Copy out every line of the data that follows, exactly.

[Collection entries]
#####

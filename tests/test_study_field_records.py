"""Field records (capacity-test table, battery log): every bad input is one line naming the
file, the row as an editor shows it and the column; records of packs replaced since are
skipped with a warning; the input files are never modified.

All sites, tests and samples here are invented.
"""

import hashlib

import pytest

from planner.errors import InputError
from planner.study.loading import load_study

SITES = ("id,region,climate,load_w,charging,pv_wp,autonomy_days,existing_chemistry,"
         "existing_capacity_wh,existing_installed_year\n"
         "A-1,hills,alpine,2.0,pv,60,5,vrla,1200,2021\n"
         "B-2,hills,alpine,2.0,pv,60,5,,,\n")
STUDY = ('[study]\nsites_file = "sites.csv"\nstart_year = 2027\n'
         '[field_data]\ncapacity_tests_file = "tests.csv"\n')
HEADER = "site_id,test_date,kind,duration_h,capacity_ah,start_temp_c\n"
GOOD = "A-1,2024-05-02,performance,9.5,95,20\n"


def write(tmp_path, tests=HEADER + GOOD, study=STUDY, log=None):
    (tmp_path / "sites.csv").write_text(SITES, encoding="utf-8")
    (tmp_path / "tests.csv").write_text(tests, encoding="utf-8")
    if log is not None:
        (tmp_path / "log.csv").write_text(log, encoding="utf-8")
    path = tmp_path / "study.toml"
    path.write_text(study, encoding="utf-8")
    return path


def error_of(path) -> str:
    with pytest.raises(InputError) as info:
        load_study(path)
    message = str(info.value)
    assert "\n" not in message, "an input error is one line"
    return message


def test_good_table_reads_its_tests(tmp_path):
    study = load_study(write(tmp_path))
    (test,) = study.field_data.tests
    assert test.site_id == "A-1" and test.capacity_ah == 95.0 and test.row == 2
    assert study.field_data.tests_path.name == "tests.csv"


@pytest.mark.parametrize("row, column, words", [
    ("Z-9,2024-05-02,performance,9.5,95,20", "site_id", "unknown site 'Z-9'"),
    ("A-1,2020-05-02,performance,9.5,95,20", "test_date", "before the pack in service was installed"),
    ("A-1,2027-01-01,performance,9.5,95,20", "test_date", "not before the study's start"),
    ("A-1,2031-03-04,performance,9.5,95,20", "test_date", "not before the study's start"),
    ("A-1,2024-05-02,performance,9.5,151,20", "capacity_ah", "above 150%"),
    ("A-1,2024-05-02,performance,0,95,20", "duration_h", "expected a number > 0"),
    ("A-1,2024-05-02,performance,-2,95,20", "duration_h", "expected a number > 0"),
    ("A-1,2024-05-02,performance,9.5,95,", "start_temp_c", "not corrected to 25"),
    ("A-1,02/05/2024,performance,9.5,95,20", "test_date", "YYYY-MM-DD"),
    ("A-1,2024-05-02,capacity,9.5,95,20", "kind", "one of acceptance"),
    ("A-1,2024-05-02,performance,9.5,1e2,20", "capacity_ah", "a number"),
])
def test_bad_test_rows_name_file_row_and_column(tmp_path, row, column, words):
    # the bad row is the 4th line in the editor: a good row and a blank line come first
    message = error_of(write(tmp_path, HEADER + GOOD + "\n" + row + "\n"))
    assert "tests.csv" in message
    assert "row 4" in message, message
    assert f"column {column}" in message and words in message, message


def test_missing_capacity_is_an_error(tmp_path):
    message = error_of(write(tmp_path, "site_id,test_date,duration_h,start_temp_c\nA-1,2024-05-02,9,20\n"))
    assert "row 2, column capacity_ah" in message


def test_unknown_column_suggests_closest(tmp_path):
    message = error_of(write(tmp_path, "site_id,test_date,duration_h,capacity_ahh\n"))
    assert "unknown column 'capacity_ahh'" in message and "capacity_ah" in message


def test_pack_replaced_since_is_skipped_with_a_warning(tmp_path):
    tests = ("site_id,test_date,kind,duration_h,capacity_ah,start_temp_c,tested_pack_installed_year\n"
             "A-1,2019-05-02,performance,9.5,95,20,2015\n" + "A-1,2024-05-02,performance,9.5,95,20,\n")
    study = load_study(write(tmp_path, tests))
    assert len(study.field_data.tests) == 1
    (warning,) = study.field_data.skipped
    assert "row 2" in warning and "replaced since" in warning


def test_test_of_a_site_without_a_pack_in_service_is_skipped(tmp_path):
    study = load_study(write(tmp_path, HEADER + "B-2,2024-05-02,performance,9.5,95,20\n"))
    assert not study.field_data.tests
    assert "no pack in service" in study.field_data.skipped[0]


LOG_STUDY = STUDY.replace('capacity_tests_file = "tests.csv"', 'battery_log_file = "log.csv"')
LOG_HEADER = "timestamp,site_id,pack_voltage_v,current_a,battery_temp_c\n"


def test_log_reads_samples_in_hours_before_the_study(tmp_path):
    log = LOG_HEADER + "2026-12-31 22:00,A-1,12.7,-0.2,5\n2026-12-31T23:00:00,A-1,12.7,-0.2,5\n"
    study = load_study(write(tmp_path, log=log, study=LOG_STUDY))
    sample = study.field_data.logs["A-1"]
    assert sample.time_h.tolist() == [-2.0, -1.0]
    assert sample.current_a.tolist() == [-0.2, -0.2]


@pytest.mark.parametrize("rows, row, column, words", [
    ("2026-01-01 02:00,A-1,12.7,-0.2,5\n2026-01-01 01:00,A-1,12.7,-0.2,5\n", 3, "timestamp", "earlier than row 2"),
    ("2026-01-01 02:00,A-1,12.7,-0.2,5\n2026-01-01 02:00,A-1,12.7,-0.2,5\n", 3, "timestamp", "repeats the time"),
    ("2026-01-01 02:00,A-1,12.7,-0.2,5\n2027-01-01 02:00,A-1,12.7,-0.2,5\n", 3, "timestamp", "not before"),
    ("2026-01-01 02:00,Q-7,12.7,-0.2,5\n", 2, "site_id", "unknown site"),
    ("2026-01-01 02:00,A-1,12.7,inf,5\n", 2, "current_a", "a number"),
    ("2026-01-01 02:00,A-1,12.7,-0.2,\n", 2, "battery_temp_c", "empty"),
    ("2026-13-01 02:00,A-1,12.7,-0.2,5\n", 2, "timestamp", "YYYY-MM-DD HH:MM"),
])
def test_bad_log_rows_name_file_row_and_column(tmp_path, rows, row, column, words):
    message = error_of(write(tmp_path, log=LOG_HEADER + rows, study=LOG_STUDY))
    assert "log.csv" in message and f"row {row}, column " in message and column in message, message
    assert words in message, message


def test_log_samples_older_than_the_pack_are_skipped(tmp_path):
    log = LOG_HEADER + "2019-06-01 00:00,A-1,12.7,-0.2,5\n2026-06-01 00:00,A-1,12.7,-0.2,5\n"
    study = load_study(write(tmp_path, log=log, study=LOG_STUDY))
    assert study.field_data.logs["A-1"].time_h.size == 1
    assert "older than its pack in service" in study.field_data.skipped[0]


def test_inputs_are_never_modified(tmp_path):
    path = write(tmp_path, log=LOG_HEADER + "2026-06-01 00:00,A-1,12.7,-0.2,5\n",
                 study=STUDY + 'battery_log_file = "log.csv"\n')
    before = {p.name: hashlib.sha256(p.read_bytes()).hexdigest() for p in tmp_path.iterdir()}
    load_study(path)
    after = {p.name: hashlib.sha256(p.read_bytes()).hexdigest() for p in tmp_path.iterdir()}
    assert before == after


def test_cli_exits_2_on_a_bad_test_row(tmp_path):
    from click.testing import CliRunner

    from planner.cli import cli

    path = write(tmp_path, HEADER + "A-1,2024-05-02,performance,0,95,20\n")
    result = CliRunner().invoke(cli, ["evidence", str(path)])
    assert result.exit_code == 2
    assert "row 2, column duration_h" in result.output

#####

**OUTPUT OF THE TASK:**
filename tests/test_study_field_records.py
"""Field records (capacity-test table, battery log): every bad input is one line naming the
file, the row as an editor shows it and the column; records of packs replaced since are
skipped with a warning; the input files are never modified.

All sites, tests and samples here are invented.
"""

import hashlib

import pytest

from planner.errors import InputError
from planner.study.loading import load_study

SITES = ("id,region,climate,load_w,charging,pv_wp,autonomy_days,existing_chemistry,"
         "existing_capacity_wh,existing_installed_year\n"
         "A-1,hills,alpine,2.0,pv,60,5,vrla,1200,2021\n"
         "B-2,hills,alpine,2.0,pv,60,5,,,\n")
STUDY = ('[study]\nsites_file = "sites.csv"\nstart_year = 2027\n'
         '[field_data]\ncapacity_tests_file = "tests.csv"\n')
HEADER = "site_id,test_date,kind,duration_h,capacity_ah,start_temp_c\n"
GOOD = "A-1,2024-05-02,performance,9.5,95,20\n"


def write(tmp_path, tests=HEADER + GOOD, study=STUDY, log=None):
    (tmp_path / "sites.csv").write_text(SITES, encoding="utf-8")
    (tmp_path / "tests.csv").write_text(tests, encoding="utf-8")
    if log is not None:
        (tmp_path / "log.csv").write_text(log, encoding="utf-8")
    path = tmp_path / "study.toml"
    path.write_text(study, encoding="utf-8")
    return path


def error_of(path) -> str:
    with pytest.raises(InputError) as info:
        load_study(path)
    message = str(info.value)
    assert "\n" not in message, "an input error is one line"
    return message


def test_good_table_reads_its_tests(tmp_path):
    study = load_study(write(tmp_path))
    (test,) = study.field_data.tests
    assert test.site_id == "A-1" and test.capacity_ah == 95.0 and test.row == 2
    assert study.field_data.tests_path.name == "tests.csv"


@pytest.mark.parametrize("row, column, words", [
    ("Z-9,2024-05-02,performance,9.5,95,20", "site_id", "unknown site 'Z-9'"),
    ("A-1,2020-05-02,performance,9.5,95,20", "test_date", "before the pack in service was installed"),
    ("A-1,2027-01-01,performance,9.5,95,20", "test_date", "not before the study's start"),
    ("A-1,2031-03-04,performance,9.5,95,20", "test_date", "not before the study's start"),
    ("A-1,2024-05-02,performance,9.5,151,20", "capacity_ah", "above 150%"),
    ("A-1,2024-05-02,performance,0,95,20", "duration_h", "expected a number > 0"),
    ("A-1,2024-05-02,performance,-2,95,20", "duration_h", "expected a number > 0"),
    ("A-1,2024-05-02,performance,9.5,95,", "start_temp_c", "not corrected to 25"),
    ("A-1,02/05/2024,performance,9.5,95,20", "test_date", "YYYY-MM-DD"),
    ("A-1,2024-05-02,capacity,9.5,95,20", "kind", "one of acceptance"),
    ("A-1,2024-05-02,performance,9.5,1e2,20", "capacity_ah", "a number"),
])
def test_bad_test_rows_name_file_row_and_column(tmp_path, row, column, words):
    # the bad row is the 4th line in the editor: a good row and a blank line come first
    message = error_of(write(tmp_path, HEADER + GOOD + "\n" + row + "\n"))
    assert "tests.csv" in message
    assert "row 4" in message, message
    assert f"column {column}" in message and words in message, message


def test_missing_capacity_is_an_error(tmp_path):
    message = error_of(write(tmp_path, "site_id,test_date,duration_h,start_temp_c\nA-1,2024-05-02,9,20\n"))
    assert "row 2, column capacity_ah" in message


def test_unknown_column_suggests_closest(tmp_path):
    message = error_of(write(tmp_path, "site_id,test_date,duration_h,capacity_ahh\n"))
    assert "unknown column 'capacity_ahh'" in message and "capacity_ah" in message


def test_pack_replaced_since_is_skipped_with_a_warning(tmp_path):
    tests = ("site_id,test_date,kind,duration_h,capacity_ah,start_temp_c,tested_pack_installed_year\n"
             "A-1,2019-05-02,performance,9.5,95,20,2015\n" + "A-1,2024-05-02,performance,9.5,95,20,\n")
    study = load_study(write(tmp_path, tests))
    assert len(study.field_data.tests) == 1
    (warning,) = study.field_data.skipped
    assert "row 2" in warning and "replaced since" in warning


def test_test_of_a_site_without_a_pack_in_service_is_skipped(tmp_path):
    study = load_study(write(tmp_path, HEADER + "B-2,2024-05-02,performance,9.5,95,20\n"))
    assert not study.field_data.tests
    assert "no pack in service" in study.field_data.skipped[0]


LOG_STUDY = STUDY.replace('capacity_tests_file = "tests.csv"', 'battery_log_file = "log.csv"')
LOG_HEADER = "timestamp,site_id,pack_voltage_v,current_a,battery_temp_c\n"


def test_log_reads_samples_in_hours_before_the_study(tmp_path):
    log = LOG_HEADER + "2026-12-31 22:00,A-1,12.7,-0.2,5\n2026-12-31T23:00:00,A-1,12.7,-0.2,5\n"
    study = load_study(write(tmp_path, log=log, study=LOG_STUDY))
    sample = study.field_data.logs["A-1"]
    assert sample.time_h.tolist() == [-2.0, -1.0]
    assert sample.current_a.tolist() == [-0.2, -0.2]


@pytest.mark.parametrize("rows, row, column, words", [
    ("2026-01-01 02:00,A-1,12.7,-0.2,5\n2026-01-01 01:00,A-1,12.7,-0.2,5\n", 3, "timestamp", "earlier than row 2"),
    ("2026-01-01 02:00,A-1,12.7,-0.2,5\n2026-01-01 02:00,A-1,12.7,-0.2,5\n", 3, "timestamp", "repeats the time"),
    ("2026-01-01 02:00,A-1,12.7,-0.2,5\n2027-01-01 02:00,A-1,12.7,-0.2,5\n", 3, "timestamp", "not before"),
    ("2026-01-01 02:00,Q-7,12.7,-0.2,5\n", 2, "site_id", "unknown site"),
    ("2026-01-01 02:00,A-1,12.7,inf,5\n", 2, "current_a", "a number"),
    ("2026-01-01 02:00,A-1,12.7,-0.2,\n", 2, "battery_temp_c", "empty"),
    ("2026-13-01 02:00,A-1,12.7,-0.2,5\n", 2, "timestamp", "YYYY-MM-DD HH:MM"),
])
def test_bad_log_rows_name_file_row_and_column(tmp_path, rows, row, column, words):
    message = error_of(write(tmp_path, log=LOG_HEADER + rows, study=LOG_STUDY))
    assert "log.csv" in message and f"row {row}, column " in message and column in message, message
    assert words in message, message


def test_log_samples_older_than_the_pack_are_skipped(tmp_path):
    log = LOG_HEADER + "2019-06-01 00:00,A-1,12.7,-0.2,5\n2026-06-01 00:00,A-1,12.7,-0.2,5\n"
    study = load_study(write(tmp_path, log=log, study=LOG_STUDY))
    assert study.field_data.logs["A-1"].time_h.size == 1
    assert "older than its pack in service" in study.field_data.skipped[0]


def test_inputs_are_never_modified(tmp_path):
    path = write(tmp_path, log=LOG_HEADER + "2026-06-01 00:00,A-1,12.7,-0.2,5\n",
                 study=STUDY + 'battery_log_file = "log.csv"\n')
    before = {p.name: hashlib.sha256(p.read_bytes()).hexdigest() for p in tmp_path.iterdir()}
    load_study(path)
    after = {p.name: hashlib.sha256(p.read_bytes()).hexdigest() for p in tmp_path.iterdir()}
    assert before == after


def test_cli_exits_2_on_a_bad_test_row(tmp_path):
    from click.testing import CliRunner

    from planner.cli import cli

    path = write(tmp_path, HEADER + "A-1,2024-05-02,performance,0,95,20\n")
    result = CliRunner().invoke(cli, ["evidence", str(path)])
    assert result.exit_code == 2
    assert "row 2, column duration_h" in result.output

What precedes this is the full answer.